Open hasibagen opened 2 years ago

hasibagen commented 2 years ago

Describe the bug

A clear and concise description of what the bug is. When mTRF-Toolbox is cross-validating discrete variables (e.g. Phonetic feature), Matlab reports an error that Matrix is close to singular or badly scaled. Is there any way to fix or improve this error? Does it have a big impact on the results?​

To Reproduce Steps to reproduce the behavior:

  1. mTRFcrossval
  2. Input data size and type [e.g. stim =9920x19 double array]
  3. Input data contains '...' [e.g. 0 ,1 ] sitm: load('./data/LalorNatSpeech/dataCND/dataStim.mat','stim'); phon_feat = stim.data{3,1};

TRFtutorial_examples.m.zip

I ran lines 1 to 456 of this tutorial document and it reports this error. I trained the encoding model with phoneme features on my own data and it also reports the same error.

Expected behavior A clear and concise description of what you expected to happen.

Screenshots Training/validating model

0/16 [ ] Warning: Matrix is close to singular or badly scaled. Results may be inaccurate. RCOND = 5.577082e-13.

In mTRFcrossval (line 242)

Desktop (please complete the following information):

alexisdmacintyre commented 2 years ago

I came here to log the same issue, with this warning message appearing whatever stimulus/response I use.

hasibagen commented 2 years ago

I came here to log the same issue, with this warning message appearing whatever stimulus/response I use.
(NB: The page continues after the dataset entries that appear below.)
def caption(analysis: Analysis, fonts: Fonts = MAP_FONTS) -> str:
    """The sentence under the section heading: what the panels show."""
    beta = _glyph("β", "beta", fonts.regular)
    return (
        "One panel per segment with a curve, grouped by territory: the frames after the flash "
        f"(markers) and the fitted y(t) = A(1 − e^(−{beta}t)) + C (Wei K et al., Circulation 1998), "
        f"with {beta} (1/s) and R² of each fit. Time in seconds from the flash; intensity in linear "
        "units, each panel on its own scale."
    )


def territory_heading(block: TerritoryBlock, fonts: Fonts = MAP_FONTS) -> str:
    """``segments 1, 2, 7 · territory A·β reserve 1.50 (below cut-off) from 6 segments``."""
    beta = _glyph("β", "beta", fonts.regular)
    numbers = ", ".join(str(p.segment.number) for p in block.panels)
    parts = [f"segment{'s' if len(block.panels) != 1 else ''} {numbers}"]
    r = block.reserve
    if r is not None and r.count and r.A_beta_reserve is not None:
        low = " (below cut-off)" if ReserveFlag.LOW_FLOW_RESERVE in r.flags else ""
        plural = "s" if r.count != 1 else ""
        parts.append(
            f"territory A·{beta} reserve {r.A_beta_reserve:.2f}{low} from {r.count} segment{plural}"
        )
    else:
        parts.append("no territory reserve (no segment with good fits at rest and stress)")
    if block.without_curves:
        parts.append(f"no curve for {', '.join(str(n) for n in block.without_curves)}")
    return " · ".join(parts)


def stat_text(fit: SegmentFit, fonts: Fonts = MAP_FONTS) -> str:
    """``peak β 2.16 R² 0.97``; ``peak: not fitted`` (the badge in the plot says why)."""
    stage = STAGE_WORDS[fit.stage]
    if fit.beta is None or fit.r_squared is None:
        return f"{stage}: not fitted"
    beta = _glyph("β", "beta", fonts.regular)
    return f"{stage} {beta} {fit.beta:.2f}  R² {fit.r_squared:.2f}"


def status_badge(fit: SegmentFit, fonts: Fonts = MAP_FONTS) -> str:
    """``peak: poor fit``: the words shown on a panel whose fit is not 'ok'."""
    words = STATUS_WORDS[fit.status]
    if fit.status is FitStatus.BETA_AT_BOUND:
        words = words.replace("β", _glyph("β", "beta", fonts.bold))
    return f"{STAGE_WORDS[fit.stage]}: {words}"


# --- layout -----------------------------------------------------------------------------------


def columns(width: float) -> int:
    """Panels per row that fit ``width`` at the minimum panel width."""
    return max(1, int((width + GAP) // (PANEL_MIN_WIDTH + GAP)))


def time_axis(analysis: Analysis) -> tuple[float, float]:
    """(end, tick step) of the time axis shared by every panel, in seconds."""
    times = [t for f in analysis.kinetics.segments for t in f.time_s] if analysis.kinetics else []
    end = max(times, default=0.0)
    if end <= 0:
        return 10.0, 5.0
    step = next(s for s in (0.5, 1, 2, 5, 10, 20, 50, 100, 200, 500, 1e9) if end / s <= 4)
    return math.ceil(end / step - 1e-9) * step, step


def nice_top(value: float) -> float:
    """The smallest 1, 1.5, 2, 2.5, 3, 4, 5, 6 or 8 × 10^k at or above ``value``."""
    if value <= 0:
        return 1.0
    scale = 10.0 ** math.floor(math.log10(value))
    return next(m * scale for m in (1, 1.5, 2, 2.5, 3, 4, 5, 6, 8, 10) if m * scale >= value)


def curve_grid(analysis: Analysis, width: float, fonts: Fonts = MAP_FONTS) -> list[Drawing]:
    """The legend, then one drawing per territory block; empty without kinetics."""
    blocks = curve_blocks(analysis)
    if not blocks:
        return []
    cols = columns(width)
    panel_width = (width - (cols - 1) * GAP) / cols
    lines = max(len(p.fits) for b in blocks for p in b.panels)
    axis = time_axis(analysis)
    stages = [
        s
        for s in STAGE_ORDER
        if any(f.stage is s for b in blocks for p in b.panels for f in p.fits)
    ]
    drawings = [legend(stages, width, fonts)]
    for block in blocks:
        rows = math.ceil(len(block.panels) / cols)
        height = HEADING_HEIGHT + rows * (PANEL_HEIGHT + GAP)
        drawing = Drawing(width, height)
        _heading(drawing, block, width, height, fonts)
        for i, panel in enumerate(block.panels):
            row, col = divmod(i, cols)
            x = col * (panel_width + GAP)
            y = height - HEADING_HEIGHT - (row + 1) * PANEL_HEIGHT - row * GAP
            drawing.add(draw_panel(panel, x, y, panel_width, PANEL_HEIGHT, axis, lines, fonts))
        drawings.append(drawing)
    return drawings


def grid_height(drawings: Sequence[Drawing]) -> float:
    return float(sum(d.height for d in drawings))


# --- drawing ----------------------------------------------------------------------------------


def _heading(
    drawing: Drawing, block: TerritoryBlock, width: float, height: float, fonts: Fonts
) -> None:
    y = height - 10
    drawing.add(
        Rect(
            0,
            y - 1.5,
            9,
            9,
            fillColor=TERRITORY_FILL[block.territory],
            strokeColor=style.RULE,
            strokeWidth=0.5,
        )
    )
    label = block.territory.value
    drawing.add(String(13, y, label, fontName=fonts.bold, fontSize=8, fillColor=style.INK))
    x = 13 + stringWidth(label, fonts.bold, 8) + 6
    text = _fit(territory_heading(block, fonts), fonts.regular, 6.8, width - x)
    drawing.add(String(x, y, text, fontName=fonts.regular, fontSize=6.8, fillColor=style.INK))


def draw_panel(
    panel: Panel,
    x: float,
    y: float,
    w: float,
    h: float,
    axis: tuple[float, float],
    lines: int,
    fonts: Fonts = MAP_FONTS,
) -> Group:
    """One segment's panel with its lower-left corner at (x, y): title, plot, one stat line per fit."""
    group = Group()
    flagged = panel.flagged
    group.add(
        Rect(
            x,
            y,
            w,
            h,
            fillColor=style.WHITE,
            strokeColor=style.MUTED if flagged else style.RULE,
            strokeWidth=0.9 if flagged else 0.5,
        )
    )
    seg = panel.segment
    title = _fit(f"{seg.number} {seg.name}", fonts.bold, 6.4, w - 6)
    group.add(
        String(x + 3, y + h - 8.5, title, fontName=fonts.bold, fontSize=6.4, fillColor=style.INK)
    )

    # plot area
    x0, x1 = x + 14, x + w - 5
    y0 = y + 3 + lines * STAT_LINE + 8
    y1 = y + h - 14
    end, step = axis
    values = [v for f in panel.fits for v in f.intensity if v is not None]
    values += [f.A + f.C for f in panel.fits if f.A is not None and f.C is not None]
    low = min(0.0, *values, *(f.C for f in panel.fits if f.C is not None)) if values else 0.0
    top = nice_top(max(values, default=1.0))

    def px(t: float) -> float:
        return x0 + (x1 - x0) * min(max(t, 0.0), end) / end

    def py(v: float) -> float:
        return y0 + (y1 - y0) * (v - low) / (top - low)

    if flagged:
        group.add(Rect(x0, y0, x1 - x0, y1 - y0, fillColor=FLAGGED_FILL, strokeColor=None))
        group.add(_hatch(x0, y0, x1 - x0, y1 - y0))
    # both axes and their ticks as one path; tick labels: time under the axis, intensity at 0 and top
    axes = Path(strokeColor=style.MUTED, strokeWidth=0.45, fillColor=None)
    axes.moveTo(x0, y1)
    axes.lineTo(x0, y0)
    axes.lineTo(x1, y0)
    labels: list[tuple[float, float, str, str]] = []
    ticks = round(end / step)
    for i in range(ticks + 1):
        tx = px(i * step)
        axes.moveTo(tx, y0)
        axes.lineTo(tx, y0 - 1.8)
        last = i == ticks
        labels.append(
            (
                tx + 4 if last else tx,
                y0 - 7,
                f"{i * step:g}" + (" s" if last else ""),
                "end" if last else "middle",
            )
        )
    for value in (low, top):
        axes.moveTo(x0 - 1.8, py(value))
        axes.lineTo(x0, py(value))
        labels.append((x0 - 2.5, py(value) - 1.8, f"{value:g}", "end"))
    group.add(axes)
    for lx, ly, text, anchor in labels:
        group.add(
            String(
                lx,
                ly,
                text,
                fontName=fonts.regular,
                fontSize=5,
                fillColor=style.MUTED,
                textAnchor=anchor,
            )
        )

    for fit in panel.fits:
        look = STAGE_LOOK[fit.stage]
        if fit.A is not None and fit.beta is not None and fit.C is not None:
            a, beta, c = fit.A, fit.beta, fit.C
            last_t = min(max(fit.time_s, default=end), end)
            # samples crowd towards t = 0, where the curve bends most
            times = [last_t * (i / CURVE_SAMPLES) ** 2 for i in range(CURVE_SAMPLES + 1)]
            points = [v for t in times for v in (px(t), py(a * (1 - math.exp(-beta * t)) + c))]
            group.add(
                PolyLine(
                    points,
                    strokeColor=look.colour,
                    strokeWidth=0.9,
                    strokeDashArray=list(look.dash) if look.dash else None,
                    strokeLineJoin=1,
                )
            )
        shown = [
            (px(t), py(v))
            for t, v in zip(fit.time_s, fit.intensity, strict=True)
            if v is not None and t <= end + 1e-9
        ]
        if shown:
            group.add(_markers(look, shown, MARKER_RADIUS))

    # status words for fits that are not 'ok', on a white backing at the plot's lower right
    for i, fit in enumerate(flagged):
        text, size = _shrink(status_badge(fit, fonts), fonts.bold, 5.6, x1 - x0 - 6)
        tw = stringWidth(text, fonts.bold, size)
        bx, by = x1 - tw - 3, y0 + 2 + i * 8.6
        group.add(
            Rect(
                bx - 1.5,
                by - 1.2,
                tw + 3,
                size + 2,
                fillColor=style.WHITE,
                strokeColor=style.INK,
                strokeWidth=0.4,
            )
        )
        group.add(
            String(bx, by + 0.4, text, fontName=fonts.bold, fontSize=size, fillColor=style.INK)
        )

    # one line per fit: a key (line and marker) and β, R²
    for i, fit in enumerate(panel.fits):
        ly = y + 3 + (lines - 1 - i) * STAT_LINE
        look = STAGE_LOOK[fit.stage]
        group.add(
            Line(
                x + 3,
                ly + 1.8,
                x + 12,
                ly + 1.8,
                strokeColor=look.colour,
                strokeWidth=0.9,
                strokeDashArray=list(look.dash) if look.dash else None,
            )
        )
        group.add(_markers(look, [(x + 7.5, ly + 1.8)], MARKER_RADIUS))
        bad = fit.status is not FitStatus.OK
        font = fonts.bold if bad else fonts.regular
        text, size = _shrink(stat_text(fit, fonts), font, 5.4, w - 18)
        group.add(String(x + 15, ly, text, fontName=font, fontSize=size, fillColor=style.INK))
    return group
I would like to ask if you have written an email to the developers to give feedback? I did write an email, but I didn't receive a reply. I don't know if there is something wrong with my part.

diliberg commented 2 years ago

Hi all,

Apologies for the delays in replying. I am afraid I can't look into it right now because of other commitments. I'll get back to you about this. For now, let me mention that this warning usually arises because of issues with the scale of the stimulus or EEG signal. For example, you should be able to replicate the issue if you multiply your stimulus by a very large number. My advice is apply appropriate normalisation/standardisation criteria at the preprocessing stage. We can discuss this further.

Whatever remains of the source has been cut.